#### EXERCISE GOAL
The answer must be a single number: the count of lines in these records that hold "strings".

#### Stored items
━━━━━━
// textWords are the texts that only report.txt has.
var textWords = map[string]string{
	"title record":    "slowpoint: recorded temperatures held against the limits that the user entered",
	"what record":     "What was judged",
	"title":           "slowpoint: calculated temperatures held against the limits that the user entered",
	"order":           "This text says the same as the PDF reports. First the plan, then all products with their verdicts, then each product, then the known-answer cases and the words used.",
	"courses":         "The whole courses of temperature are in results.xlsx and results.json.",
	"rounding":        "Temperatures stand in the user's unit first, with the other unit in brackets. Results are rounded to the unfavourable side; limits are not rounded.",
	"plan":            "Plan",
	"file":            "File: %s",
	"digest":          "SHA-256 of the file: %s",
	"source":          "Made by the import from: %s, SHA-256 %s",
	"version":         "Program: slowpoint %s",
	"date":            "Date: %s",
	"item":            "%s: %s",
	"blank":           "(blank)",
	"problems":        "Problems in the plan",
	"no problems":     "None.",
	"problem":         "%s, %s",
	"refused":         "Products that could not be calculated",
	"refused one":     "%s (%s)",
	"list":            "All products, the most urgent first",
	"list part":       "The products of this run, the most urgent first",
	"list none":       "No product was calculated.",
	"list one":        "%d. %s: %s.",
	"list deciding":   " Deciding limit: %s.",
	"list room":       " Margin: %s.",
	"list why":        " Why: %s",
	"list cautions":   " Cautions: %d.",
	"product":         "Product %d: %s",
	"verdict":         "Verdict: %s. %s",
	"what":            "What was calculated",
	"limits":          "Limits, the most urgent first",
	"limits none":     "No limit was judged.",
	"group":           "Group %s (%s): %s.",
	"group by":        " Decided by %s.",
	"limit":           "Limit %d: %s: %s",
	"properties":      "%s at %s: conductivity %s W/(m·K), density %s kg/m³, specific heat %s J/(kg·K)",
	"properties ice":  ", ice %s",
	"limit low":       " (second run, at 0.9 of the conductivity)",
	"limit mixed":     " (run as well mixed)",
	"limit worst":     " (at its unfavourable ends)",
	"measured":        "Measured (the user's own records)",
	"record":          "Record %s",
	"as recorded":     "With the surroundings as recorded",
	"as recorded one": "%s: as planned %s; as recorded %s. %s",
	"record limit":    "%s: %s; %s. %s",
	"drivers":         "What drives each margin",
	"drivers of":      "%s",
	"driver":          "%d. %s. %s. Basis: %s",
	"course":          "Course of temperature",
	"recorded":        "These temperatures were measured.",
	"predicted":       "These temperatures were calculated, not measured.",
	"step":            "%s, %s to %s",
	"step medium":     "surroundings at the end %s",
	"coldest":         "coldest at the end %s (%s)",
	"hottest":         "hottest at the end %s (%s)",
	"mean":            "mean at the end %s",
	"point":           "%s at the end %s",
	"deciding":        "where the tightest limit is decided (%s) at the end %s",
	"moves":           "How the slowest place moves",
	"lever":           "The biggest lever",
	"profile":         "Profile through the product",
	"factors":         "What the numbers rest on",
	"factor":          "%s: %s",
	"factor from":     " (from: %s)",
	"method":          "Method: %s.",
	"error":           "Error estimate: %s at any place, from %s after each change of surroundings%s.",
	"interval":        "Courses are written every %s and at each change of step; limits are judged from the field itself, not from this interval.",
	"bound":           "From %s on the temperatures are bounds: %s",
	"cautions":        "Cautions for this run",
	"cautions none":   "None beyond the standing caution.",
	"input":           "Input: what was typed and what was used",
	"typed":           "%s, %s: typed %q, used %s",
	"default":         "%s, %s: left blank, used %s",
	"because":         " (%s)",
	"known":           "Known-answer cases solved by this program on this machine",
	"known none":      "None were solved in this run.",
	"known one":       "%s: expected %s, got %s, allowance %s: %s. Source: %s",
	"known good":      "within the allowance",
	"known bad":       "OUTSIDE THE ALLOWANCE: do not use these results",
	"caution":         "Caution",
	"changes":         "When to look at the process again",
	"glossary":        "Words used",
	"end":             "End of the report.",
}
━━━━━━
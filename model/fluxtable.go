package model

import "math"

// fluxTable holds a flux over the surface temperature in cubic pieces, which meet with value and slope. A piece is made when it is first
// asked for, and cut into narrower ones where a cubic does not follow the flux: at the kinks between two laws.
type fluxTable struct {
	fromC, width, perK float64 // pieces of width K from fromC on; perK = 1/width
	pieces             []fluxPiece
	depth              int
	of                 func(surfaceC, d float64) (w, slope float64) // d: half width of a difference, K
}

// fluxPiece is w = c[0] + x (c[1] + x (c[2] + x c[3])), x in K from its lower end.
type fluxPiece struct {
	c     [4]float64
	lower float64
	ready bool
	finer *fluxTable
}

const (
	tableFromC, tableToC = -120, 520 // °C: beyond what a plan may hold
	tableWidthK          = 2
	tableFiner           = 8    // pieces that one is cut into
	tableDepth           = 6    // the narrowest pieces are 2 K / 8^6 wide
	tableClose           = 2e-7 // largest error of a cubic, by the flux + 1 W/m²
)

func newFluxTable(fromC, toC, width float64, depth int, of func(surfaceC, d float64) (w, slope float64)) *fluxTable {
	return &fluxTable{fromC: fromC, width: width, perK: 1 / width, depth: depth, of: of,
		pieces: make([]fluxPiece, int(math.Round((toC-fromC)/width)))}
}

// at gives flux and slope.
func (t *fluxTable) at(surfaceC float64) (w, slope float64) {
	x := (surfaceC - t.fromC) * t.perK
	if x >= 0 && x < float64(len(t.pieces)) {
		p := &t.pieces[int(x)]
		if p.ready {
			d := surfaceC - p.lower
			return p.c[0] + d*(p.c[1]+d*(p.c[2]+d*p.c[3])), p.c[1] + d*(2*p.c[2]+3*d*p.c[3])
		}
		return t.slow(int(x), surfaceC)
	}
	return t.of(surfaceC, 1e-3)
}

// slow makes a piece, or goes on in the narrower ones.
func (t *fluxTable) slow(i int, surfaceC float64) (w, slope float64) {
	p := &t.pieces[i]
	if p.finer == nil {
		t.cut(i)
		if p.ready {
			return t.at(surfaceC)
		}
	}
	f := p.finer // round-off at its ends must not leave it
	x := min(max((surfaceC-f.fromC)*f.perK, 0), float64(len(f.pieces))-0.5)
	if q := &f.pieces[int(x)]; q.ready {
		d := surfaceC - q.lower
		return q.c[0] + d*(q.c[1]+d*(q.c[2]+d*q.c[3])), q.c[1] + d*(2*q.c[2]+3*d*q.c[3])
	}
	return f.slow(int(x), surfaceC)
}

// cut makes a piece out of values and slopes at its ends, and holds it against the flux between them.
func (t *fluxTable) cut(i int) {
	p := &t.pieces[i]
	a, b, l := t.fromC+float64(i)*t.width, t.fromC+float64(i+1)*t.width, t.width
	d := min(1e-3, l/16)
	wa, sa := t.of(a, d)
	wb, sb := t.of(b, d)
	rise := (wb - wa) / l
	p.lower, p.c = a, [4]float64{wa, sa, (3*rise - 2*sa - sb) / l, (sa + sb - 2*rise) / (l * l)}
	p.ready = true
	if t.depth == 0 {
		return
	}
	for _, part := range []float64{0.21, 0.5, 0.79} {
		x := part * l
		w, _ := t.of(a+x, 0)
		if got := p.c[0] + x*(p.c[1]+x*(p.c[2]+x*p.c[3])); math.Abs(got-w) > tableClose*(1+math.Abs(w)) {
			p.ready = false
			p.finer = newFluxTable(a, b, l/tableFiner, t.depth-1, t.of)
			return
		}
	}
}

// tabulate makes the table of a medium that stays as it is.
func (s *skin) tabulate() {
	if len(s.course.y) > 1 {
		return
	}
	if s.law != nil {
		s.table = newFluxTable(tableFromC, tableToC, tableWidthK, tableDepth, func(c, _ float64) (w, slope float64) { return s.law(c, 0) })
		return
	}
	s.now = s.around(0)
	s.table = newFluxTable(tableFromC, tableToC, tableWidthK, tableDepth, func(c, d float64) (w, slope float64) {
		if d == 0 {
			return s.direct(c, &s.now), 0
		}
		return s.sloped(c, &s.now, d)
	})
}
━━━━━━
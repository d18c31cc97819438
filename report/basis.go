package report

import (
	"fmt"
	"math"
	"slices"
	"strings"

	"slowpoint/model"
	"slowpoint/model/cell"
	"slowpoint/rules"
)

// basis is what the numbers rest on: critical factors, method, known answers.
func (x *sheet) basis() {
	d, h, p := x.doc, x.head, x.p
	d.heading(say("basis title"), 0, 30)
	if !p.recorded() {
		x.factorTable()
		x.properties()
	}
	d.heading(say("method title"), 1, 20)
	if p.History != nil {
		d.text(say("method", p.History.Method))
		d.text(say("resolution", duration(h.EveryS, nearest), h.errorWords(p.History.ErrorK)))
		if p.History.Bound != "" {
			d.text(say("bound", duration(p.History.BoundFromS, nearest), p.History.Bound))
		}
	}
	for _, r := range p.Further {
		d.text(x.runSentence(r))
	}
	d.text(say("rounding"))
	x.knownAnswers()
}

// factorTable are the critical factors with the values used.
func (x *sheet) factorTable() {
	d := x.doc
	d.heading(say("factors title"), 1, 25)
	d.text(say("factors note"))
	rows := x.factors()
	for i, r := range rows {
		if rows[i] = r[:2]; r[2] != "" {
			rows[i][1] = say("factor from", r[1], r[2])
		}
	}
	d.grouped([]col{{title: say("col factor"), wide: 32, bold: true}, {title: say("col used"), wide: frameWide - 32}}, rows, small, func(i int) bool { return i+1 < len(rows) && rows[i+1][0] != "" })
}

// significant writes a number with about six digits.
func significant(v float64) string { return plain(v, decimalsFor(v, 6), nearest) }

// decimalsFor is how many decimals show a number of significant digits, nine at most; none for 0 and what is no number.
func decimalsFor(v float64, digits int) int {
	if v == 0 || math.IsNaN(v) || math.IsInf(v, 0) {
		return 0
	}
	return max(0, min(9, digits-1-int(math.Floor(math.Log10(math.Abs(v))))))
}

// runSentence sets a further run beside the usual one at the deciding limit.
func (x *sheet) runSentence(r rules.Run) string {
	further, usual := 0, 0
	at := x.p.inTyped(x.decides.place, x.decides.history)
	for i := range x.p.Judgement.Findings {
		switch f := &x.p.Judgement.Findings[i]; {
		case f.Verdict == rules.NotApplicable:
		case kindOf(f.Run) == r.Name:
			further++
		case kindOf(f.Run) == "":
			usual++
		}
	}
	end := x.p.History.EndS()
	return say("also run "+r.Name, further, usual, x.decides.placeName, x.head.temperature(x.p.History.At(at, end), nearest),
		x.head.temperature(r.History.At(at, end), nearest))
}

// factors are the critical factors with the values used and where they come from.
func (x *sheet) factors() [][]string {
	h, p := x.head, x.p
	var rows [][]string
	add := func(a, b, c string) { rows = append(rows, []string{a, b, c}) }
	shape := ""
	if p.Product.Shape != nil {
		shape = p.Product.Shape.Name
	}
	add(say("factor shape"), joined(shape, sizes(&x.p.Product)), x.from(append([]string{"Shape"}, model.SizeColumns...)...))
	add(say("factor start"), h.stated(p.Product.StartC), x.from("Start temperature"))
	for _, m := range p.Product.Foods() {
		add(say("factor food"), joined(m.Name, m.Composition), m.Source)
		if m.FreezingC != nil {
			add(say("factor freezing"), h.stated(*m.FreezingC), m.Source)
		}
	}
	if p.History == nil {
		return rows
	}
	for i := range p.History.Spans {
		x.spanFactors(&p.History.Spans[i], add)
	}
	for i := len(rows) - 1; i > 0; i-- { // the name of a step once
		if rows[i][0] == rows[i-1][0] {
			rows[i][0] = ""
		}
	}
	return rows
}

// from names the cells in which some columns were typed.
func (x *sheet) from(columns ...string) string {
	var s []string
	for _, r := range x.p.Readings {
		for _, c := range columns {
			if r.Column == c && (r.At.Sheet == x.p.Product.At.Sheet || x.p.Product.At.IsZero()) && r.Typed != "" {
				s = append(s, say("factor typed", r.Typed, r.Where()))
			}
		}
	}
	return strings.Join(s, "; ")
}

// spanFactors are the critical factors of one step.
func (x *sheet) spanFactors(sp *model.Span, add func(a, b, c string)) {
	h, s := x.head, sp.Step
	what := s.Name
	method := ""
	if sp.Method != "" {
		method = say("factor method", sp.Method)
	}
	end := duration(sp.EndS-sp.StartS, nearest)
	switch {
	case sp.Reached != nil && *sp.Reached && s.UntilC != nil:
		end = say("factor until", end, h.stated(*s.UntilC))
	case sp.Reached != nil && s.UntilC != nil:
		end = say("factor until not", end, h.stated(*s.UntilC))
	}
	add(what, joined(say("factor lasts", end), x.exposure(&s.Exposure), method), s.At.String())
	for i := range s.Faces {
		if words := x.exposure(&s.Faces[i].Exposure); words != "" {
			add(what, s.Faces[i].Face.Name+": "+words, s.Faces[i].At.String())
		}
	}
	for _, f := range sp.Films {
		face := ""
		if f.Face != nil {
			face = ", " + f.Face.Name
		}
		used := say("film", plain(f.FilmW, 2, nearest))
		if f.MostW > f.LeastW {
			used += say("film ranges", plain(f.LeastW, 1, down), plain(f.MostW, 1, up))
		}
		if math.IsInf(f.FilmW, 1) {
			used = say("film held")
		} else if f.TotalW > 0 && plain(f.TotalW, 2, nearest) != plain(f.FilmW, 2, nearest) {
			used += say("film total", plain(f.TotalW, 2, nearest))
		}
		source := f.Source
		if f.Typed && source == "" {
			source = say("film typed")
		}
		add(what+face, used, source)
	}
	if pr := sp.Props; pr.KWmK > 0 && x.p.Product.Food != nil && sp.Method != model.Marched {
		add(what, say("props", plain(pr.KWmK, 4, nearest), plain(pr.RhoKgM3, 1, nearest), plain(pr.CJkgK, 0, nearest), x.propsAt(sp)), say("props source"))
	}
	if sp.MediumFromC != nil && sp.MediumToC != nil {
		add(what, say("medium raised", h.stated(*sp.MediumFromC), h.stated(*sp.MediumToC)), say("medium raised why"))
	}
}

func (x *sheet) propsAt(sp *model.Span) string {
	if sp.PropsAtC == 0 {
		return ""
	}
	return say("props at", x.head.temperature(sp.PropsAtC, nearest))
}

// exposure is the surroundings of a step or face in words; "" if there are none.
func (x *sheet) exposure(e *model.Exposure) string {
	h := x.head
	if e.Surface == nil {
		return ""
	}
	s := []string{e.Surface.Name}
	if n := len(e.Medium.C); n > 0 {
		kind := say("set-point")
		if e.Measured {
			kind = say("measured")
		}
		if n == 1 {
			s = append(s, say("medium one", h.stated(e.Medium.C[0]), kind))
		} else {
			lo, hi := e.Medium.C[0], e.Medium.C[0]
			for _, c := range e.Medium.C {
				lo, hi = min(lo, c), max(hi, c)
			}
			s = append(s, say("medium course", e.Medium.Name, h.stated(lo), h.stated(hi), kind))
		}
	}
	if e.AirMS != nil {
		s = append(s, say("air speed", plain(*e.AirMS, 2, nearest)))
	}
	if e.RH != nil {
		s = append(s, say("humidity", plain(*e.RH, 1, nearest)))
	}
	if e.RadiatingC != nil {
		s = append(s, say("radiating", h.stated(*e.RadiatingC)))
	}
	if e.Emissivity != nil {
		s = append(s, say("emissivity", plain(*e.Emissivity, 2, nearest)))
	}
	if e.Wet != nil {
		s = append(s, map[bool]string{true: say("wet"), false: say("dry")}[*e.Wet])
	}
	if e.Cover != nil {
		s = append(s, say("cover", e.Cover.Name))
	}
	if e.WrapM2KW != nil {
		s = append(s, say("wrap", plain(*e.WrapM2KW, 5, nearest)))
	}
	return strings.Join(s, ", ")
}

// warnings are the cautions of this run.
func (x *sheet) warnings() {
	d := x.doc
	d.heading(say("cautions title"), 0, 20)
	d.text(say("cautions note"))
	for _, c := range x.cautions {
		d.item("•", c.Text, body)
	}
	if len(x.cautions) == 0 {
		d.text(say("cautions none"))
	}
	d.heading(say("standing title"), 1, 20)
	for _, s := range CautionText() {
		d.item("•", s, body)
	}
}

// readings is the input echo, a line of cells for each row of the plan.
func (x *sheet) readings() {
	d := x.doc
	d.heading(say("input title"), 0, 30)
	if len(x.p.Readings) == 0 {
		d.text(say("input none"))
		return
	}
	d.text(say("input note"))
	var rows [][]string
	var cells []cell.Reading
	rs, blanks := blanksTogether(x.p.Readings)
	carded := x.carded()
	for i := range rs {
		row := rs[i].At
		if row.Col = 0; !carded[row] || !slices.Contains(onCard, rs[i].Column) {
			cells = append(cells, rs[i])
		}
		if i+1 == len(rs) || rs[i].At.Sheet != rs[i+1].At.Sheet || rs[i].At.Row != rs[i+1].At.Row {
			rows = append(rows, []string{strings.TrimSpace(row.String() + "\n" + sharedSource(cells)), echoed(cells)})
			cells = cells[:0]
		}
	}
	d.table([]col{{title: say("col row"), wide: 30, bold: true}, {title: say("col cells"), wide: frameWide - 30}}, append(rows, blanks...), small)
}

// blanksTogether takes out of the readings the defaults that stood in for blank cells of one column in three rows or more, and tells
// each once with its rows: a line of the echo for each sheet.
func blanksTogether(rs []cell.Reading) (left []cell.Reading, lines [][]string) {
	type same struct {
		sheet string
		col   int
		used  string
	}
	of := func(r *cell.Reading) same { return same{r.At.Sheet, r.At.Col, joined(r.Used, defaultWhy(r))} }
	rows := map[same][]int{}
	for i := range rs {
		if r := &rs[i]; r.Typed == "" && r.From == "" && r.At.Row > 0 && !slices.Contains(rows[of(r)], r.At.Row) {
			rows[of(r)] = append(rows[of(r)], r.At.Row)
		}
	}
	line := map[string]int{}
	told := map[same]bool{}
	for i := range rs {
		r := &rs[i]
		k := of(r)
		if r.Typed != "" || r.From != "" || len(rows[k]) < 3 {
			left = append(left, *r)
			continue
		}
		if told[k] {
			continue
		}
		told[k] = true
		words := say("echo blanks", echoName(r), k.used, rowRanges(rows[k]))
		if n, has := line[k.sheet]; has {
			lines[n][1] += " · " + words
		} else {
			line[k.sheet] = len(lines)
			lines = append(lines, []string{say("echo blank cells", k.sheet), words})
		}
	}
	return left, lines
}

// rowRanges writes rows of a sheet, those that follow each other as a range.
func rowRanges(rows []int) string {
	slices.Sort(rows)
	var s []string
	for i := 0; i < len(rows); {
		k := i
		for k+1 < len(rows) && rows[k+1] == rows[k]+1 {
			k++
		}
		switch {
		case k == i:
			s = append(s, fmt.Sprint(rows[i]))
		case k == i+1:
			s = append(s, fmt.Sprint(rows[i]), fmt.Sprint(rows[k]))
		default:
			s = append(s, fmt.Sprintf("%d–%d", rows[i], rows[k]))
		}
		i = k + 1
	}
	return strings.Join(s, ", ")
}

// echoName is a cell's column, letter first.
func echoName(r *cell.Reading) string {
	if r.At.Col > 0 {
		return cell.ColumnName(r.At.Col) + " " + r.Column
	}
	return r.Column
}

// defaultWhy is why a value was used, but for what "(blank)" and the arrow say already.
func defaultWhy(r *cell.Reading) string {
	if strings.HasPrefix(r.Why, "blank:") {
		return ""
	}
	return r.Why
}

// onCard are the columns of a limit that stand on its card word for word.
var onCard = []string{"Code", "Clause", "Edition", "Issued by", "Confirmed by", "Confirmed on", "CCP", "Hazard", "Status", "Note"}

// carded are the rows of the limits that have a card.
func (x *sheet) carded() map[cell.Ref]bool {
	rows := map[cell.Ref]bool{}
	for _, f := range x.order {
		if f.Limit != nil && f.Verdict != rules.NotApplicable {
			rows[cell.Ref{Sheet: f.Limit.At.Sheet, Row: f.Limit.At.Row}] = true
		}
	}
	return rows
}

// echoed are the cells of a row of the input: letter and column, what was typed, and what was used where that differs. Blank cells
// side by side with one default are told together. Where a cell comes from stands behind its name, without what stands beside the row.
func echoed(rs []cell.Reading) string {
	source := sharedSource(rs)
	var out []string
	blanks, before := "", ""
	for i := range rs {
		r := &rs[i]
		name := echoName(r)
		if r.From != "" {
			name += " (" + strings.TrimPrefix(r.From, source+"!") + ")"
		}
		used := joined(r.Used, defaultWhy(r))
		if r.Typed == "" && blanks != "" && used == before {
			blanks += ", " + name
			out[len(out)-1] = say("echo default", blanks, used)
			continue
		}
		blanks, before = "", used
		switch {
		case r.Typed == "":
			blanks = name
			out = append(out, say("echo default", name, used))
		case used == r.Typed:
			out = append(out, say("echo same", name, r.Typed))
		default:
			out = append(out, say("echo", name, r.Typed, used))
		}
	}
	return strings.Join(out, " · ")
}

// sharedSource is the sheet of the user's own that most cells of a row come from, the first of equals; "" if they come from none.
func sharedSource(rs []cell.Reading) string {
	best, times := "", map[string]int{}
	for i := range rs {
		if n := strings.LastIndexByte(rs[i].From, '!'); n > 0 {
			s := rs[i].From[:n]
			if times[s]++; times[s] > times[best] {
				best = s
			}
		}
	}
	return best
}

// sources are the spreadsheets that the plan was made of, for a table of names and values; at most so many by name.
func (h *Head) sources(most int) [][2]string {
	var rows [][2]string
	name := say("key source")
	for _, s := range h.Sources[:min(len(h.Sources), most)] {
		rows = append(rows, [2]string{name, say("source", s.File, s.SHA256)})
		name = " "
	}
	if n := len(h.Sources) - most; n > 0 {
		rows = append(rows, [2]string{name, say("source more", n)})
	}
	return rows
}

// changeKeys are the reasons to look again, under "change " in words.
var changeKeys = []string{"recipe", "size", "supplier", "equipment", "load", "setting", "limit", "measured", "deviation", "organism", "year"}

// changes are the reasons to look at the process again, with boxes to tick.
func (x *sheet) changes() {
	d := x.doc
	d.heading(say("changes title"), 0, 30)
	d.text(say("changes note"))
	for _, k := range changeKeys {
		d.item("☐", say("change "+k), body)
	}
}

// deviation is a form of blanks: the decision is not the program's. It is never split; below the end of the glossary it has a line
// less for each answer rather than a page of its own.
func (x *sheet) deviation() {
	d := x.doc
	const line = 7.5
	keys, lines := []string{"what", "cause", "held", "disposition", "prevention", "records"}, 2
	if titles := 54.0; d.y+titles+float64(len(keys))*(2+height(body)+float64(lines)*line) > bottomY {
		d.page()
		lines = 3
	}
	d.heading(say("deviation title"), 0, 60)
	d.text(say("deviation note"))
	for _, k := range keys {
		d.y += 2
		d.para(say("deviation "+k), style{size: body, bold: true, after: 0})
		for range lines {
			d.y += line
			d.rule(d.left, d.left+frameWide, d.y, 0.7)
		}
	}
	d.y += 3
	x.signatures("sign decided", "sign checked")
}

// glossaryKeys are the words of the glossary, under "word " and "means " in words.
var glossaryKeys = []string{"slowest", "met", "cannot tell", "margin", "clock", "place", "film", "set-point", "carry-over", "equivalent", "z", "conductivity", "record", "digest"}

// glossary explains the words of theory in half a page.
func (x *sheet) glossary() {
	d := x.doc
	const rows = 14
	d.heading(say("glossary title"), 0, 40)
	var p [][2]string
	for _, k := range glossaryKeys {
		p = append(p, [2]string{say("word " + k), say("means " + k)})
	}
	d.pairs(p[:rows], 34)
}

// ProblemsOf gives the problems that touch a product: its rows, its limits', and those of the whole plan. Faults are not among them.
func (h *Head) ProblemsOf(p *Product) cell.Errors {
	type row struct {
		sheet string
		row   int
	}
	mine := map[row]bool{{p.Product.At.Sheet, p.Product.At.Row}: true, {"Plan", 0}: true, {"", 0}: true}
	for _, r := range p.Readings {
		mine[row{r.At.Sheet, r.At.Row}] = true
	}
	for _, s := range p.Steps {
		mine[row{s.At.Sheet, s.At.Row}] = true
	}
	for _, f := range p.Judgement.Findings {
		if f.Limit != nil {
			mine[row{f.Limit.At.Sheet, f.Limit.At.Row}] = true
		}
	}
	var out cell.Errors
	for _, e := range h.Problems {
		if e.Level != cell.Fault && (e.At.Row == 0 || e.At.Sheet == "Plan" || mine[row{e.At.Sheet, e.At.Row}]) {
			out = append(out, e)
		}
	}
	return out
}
━━━━━━
#### RESPONSE TO THE EXERCISE
9